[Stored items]
*** Begin section ***

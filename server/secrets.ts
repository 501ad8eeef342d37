import { randomBytes } from 'node:crypto';
import { existsSync, mkdirSync, readFileSync, writeFileSync } from 'node:fs';
import { join } from 'node:path';

/**
 * The JWT key for the embedded default: made once at random and kept in the data folder, so that
 * sessions survive a restart. Deployments pass JWT_SECRET instead.
 */
export function loadOrCreateJwtSecret(dataDir: string): string {
  const file = join(dataDir, 'jwt-secret');
  if (existsSync(file)) {
    const secret = readFileSync(file, 'utf8').trim();
    if (secret.length >= 32) return secret;
  }
  mkdirSync(dataDir, { recursive: true });
  const secret = randomBytes(48).toString('base64url');
  writeFileSync(file, secret + '\n', { mode: 0o600 });
  return secret;
}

*** End section ***

Work request
All of the lines above need to be given again exactly.

Exercise result
filename server/secrets.ts
repository 501ad8eeef342d37
import { randomBytes } from 'node:crypto';
import { existsSync, mkdirSync, readFileSync, writeFileSync } from 'node:fs';
import { join } from 'node:path';

/**
 * The JWT key for the embedded default: made once at random and kept in the data folder, so that
 * sessions survive a restart. Deployments pass JWT_SECRET instead.
 */
export function loadOrCreateJwtSecret(dataDir: string): string {
  const file = join(dataDir, 'jwt-secret');
  if (existsSync(file)) {
    const secret = readFileSync(file, 'utf8').trim();
    if (secret.length >= 32) return secret;
  }
  mkdirSync(dataDir, { recursive: true });
  const secret = randomBytes(48).toString('base64url');
  writeFileSync(file, secret + '\n', { mode: 0o600 });
  return secret;
}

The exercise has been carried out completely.